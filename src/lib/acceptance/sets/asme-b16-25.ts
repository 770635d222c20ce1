/**
 * ASME B16.25-2017 Buttwelding Ends: the weld-end preparation checked at fit-up.
 * The wall thickness sets the end form: square cut up to 3 mm (0.12 in), a 37.5° bevel above.
 */
import type { CriteriaSet, Expr } from '../types';

const squareCut = 'Walls of 3 mm (0.12 in) and less are cut square or slightly chamfered.';

/** The value above the square-cut wall; at or below it the end form is for the inspector. */
const beveledWall = (value: Expr): Expr => ({
	by: 'thickness',
	steps: [{ upTo: { in: 0.12, mm: 3 }, value: { open: squareCut } }],
	otherwise: value
});

export const asmeB1625: CriteriaSet = {
	id: 'asme-b16.25',
	name: 'ASME B16.25 weld-end preparation',
	standard: 'ASME B16.25',
	edition: '2017',
	version: 1,
	scope: 'Bevel and land of butt-welding ends of pipe and fittings, checked at fit-up.',
	limits: {
		'bevelAngle.range': {
			rule: { type: 'range', min: beveledWall(35), max: beveledWall(40) },
			clause: 'Figs. 2 and 3',
			confidence: '2+',
			note: '37.5° ± 2.5°. Over 22 mm (0.88 in) the bevel is compound: 37.5° up to 19 mm (0.75 in) above the root, then 10° ± 1°, which is not gauged here. B16.9 fitting catalogues square-cut up to 5 mm (carbon steel) or 4 mm (austenitic), not 3 mm. Figure numbers unconfirmed.',
			kinds: ['butt']
		},
		'rootFace.range': {
			rule: {
				type: 'range',
				min: beveledWall({ in: 1 / 32, mm: 0.8 }),
				max: beveledWall({ in: 3 / 32, mm: 2.4 })
			},
			clause: 'Figs. 2 and 3',
			confidence: '2+',
			note: 'Land 1.6 ± 0.8 mm (1/16 ± 1/32 in). Figure numbers unconfirmed.',
			kinds: ['butt']
		}
	}
};
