describe('fillet throat 5213 / 5214', () => {
	// 5214 excessive throat: B h ≤ 1 + 0.15a max 3 [2+]; C 1 + 0.2a max 4 [1]; D unlimited.
	it('limits excess throat at B and C, not at D', () => {
		const excess = (level: string) => checker(level, 'fillet.throat.max', 'visual', metric);
		expect(excess(B)(filletWithThroat(5), { throat: 6.75 })).toBe('within');
		expect(excess(B)(filletWithThroat(5), { throat: 6.76 })).toBe('outside');
		expect(excess(C)(filletWithThroat(5), { throat: 7 })).toBe('within');
		expect(excess(C)(filletWithThroat(5), { throat: 7.01 })).toBe('outside');
		expect(excess(B)(filletWithThroat(20), { throat: 23 })).toBe('within');
		expect(excess(B)(filletWithThroat(20), { throat: 23.01 })).toBe('outside');
		const atD = evaluated(D, filletWithThroat(5), 'visual', { throat: 9 }, metric);
		expect(atD.findings.some((f) => f.check === 'fillet.throat.max')).toBe(false);
	});

	// 5213 insufficient throat, t > 3 [1: EN 25817; 2014 same unconfirmed]: B none; C, D short h ≤ 0.3 + 0.1a.
	it('allows a short thin throat at C and D only', () => {
		const shortfall = (level: string) => checker(level, 'fillet.throat.min', 'visual', metric);
		const length = (level: string) => checker(level, 'fillet.throat.length', 'visual', metric);
		expect(shortfall(B)(filletWithThroat(5), { throat: 4.9, undersizeLength: 10 })).toBe('outside');
		expect(shortfall(C)(filletWithThroat(5), { throat: 4.2, undersizeLength: 20 })).toBe('within');
		expect(length(C)(filletWithThroat(5), { throat: 4.2, undersizeLength: 20 })).toBe('within');
		expect(length(C)(filletWithThroat(5), { throat: 4.2, undersizeLength: 30 })).toBe('judge');
		expect(length(C)(filletWithThroat(5), { throat: 4.2, undersizeLength: 60 })).toBe('outside');
		expect(shortfall(C)(filletWithThroat(5), { throat: 4.19, undersizeLength: 10 })).toBe(
			'outside'
		);
		// a = 20 mm: 0.3 + 2 is capped at 1 (C) and 2 (D).
		expect(shortfall(C)(filletWithThroat(20), { throat: 19, undersizeLength: 10 })).toBe('within');
		expect(shortfall(C)(filletWithThroat(20), { throat: 18.9, undersizeLength: 10 })).toBe(
			'outside'
		);
		expect(shortfall(D)(filletWithThroat(20), { throat: 18, undersizeLength: 10 })).toBe('within');
		expect(shortfall(D)(filletWithThroat(20), { throat: 17.9, undersizeLength: 10 })).toBe(
			'outside'
		);
	});

	it('uses the throat of the legs when no throat was gauged', () => {
		const found = finding(
			C,
			filletWithThroat(5),
			'visual',
			{ filletLeg1: 7.0710678, filletLeg2: 7.0710678 },
			'fillet.throat.min',
			metric
		);
		expect(found).toMatchObject({ reading: 'filletLeg1', outcome: 'within' });
		expect(found.measured).toBeCloseTo(0, 6);
	});

	// Short imperfection on a weld under 100 mm: 25 % of its length (unconfirmed).
	it('allows a quarter of a short weld', () => {
		const length = checker(C, 'fillet.throat.length', 'visual', metric);
		const short = filletWithThroat(5, { weldLength: 80 });
		expect(length(short, { throat: 4.5, undersizeLength: 20 })).toBe('within');
		expect(length(short, { throat: 4.5, undersizeLength: 21 })).toBe('outside');
	});
});
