/**
 * ASME B31.3-2018, Table 341.3.2 and 328. Sources are those of reference/standards.md §2.
 */
import { describe, expect, it } from 'vitest';
import { evaluate } from '../evaluate';
import { getCriteriaSet } from '../index';
import { checker, evaluated, finding } from '../testing';
import type { JointInput } from '../types';

const NORMAL = 'asme-b31.3-normal';
const SEVERE = 'asme-b31.3-severe-cyclic';
const CATEGORY_D = 'asme-b31.3-category-d';
const girth = (thickness: string | number): JointInput => ({ kind: 'butt', thickness });

describe('undercut — Table 341.3.2, criteria H, I and A [2+]', () => {
	const normal = checker(NORMAL, 'undercut.depth', 'visual');

	// Check value: Tw = 0.280 in → min(1/32, 0.070) = 1/32 in.
	it('allows the lesser of 1/32 in and Tw/4 in normal service (H)', () => {
		expect(normal(girth('0.280 in'), { undercutDepth: '1/32' })).toBe('within');
		expect(normal(girth('0.280 in'), { undercutDepth: '0.032 in' })).toBe('outside');
	});

	// Check value: Tw = 0.100 in → 0.025 in.
	it('lets Tw/4 govern a thin wall (H)', () => {
		expect(normal(girth('0.100 in'), { undercutDepth: '0.025 in' })).toBe('within');
		expect(normal(girth('0.100 in'), { undercutDepth: '0.026 in' })).toBe('outside');
	});

	// SI column: 1 mm; Tw = 3 mm → 0.75 mm.
	it('uses 1 mm in a metric project (H)', () => {
		const metric = checker(NORMAL, 'undercut.depth', 'visual', { units: 'metric' });
		expect(metric(girth(8), { undercutDepth: '1 mm' })).toBe('within');
		expect(metric(girth(8), { undercutDepth: '1.1 mm' })).toBe('outside');
		expect(metric(girth(3), { undercutDepth: '0.75 mm' })).toBe('within');
		expect(metric(girth(3), { undercutDepth: '0.8 mm' })).toBe('outside');
	});

	it('applies H to fillet and branch welds too', () => {
		expect(normal({ kind: 'fillet', thickness: '0.280 in' }, { undercutDepth: '1/32' })).toBe(
			'within'
		);
		expect(normal({ kind: 'branch', thickness: '0.280 in' }, { undercutDepth: '3/64' })).toBe(
			'outside'
		);
	});

	it('allows none under severe cyclic conditions (A)', () => {
		const severe = checker(SEVERE, 'undercut.depth', 'visual');
		expect(severe(girth('0.280 in'), { undercutDepth: 0 })).toBe('within');
		expect(severe(girth('0.280 in'), { undercutDepth: '1/64' })).toBe('outside');
	});

	// Check value: Tw = 0.100 in, Category D = min(1/16, max(0.025, 1/32)) = 1/32 in (I, note 6).
	it('allows the lesser of 1/16 in and the greater of Tw/4 and 1/32 in on Category D girth welds (I)', () => {
		const categoryD = checker(CATEGORY_D, 'undercut.depth', 'visual');
		expect(categoryD(girth('0.100 in'), { undercutDepth: '1/32' })).toBe('within');
		expect(categoryD(girth('0.100 in'), { undercutDepth: '0.032 in' })).toBe('outside');
		expect(categoryD(girth('0.280 in'), { undercutDepth: '1/16' })).toBe('within');
		expect(categoryD(girth('0.280 in'), { undercutDepth: '0.065 in' })).toBe('outside');
		// Category D fillet welds take H.
		expect(categoryD({ kind: 'fillet', thickness: '0.280 in' }, { undercutDepth: '1/32' })).toBe(
			'within'
		);
		expect(categoryD({ kind: 'fillet', thickness: '0.280 in' }, { undercutDepth: '3/64' })).toBe(
			'outside'
		);
	});

	it('judges undercut between zero and 1/32 in when Tw is not given', () => {
		expect(normal({ kind: 'butt' }, { undercutDepth: 0 })).toBe('within');
		const found = finding(
			NORMAL,
			{ kind: 'butt' },
			'visual',
			{ undercutDepth: '1/64' },
			'undercut.depth'
		);
		expect(found).toMatchObject({ outcome: 'judge', limit: null });
		expect(found.note).toMatch(/depends on the thickness/);
		expect(normal({ kind: 'butt' }, { undercutDepth: '3/64' })).toBe('outside');
	});
});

####################

Problem requirements =>
Which lines above carry the string "outcome"? Copy those lines.

Answer to the problem =>
		expect(found).toMatchObject({ reading: 'filletLeg1', outcome: 'within' });
		expect(found).toMatchObject({ outcome: 'judge', limit: null });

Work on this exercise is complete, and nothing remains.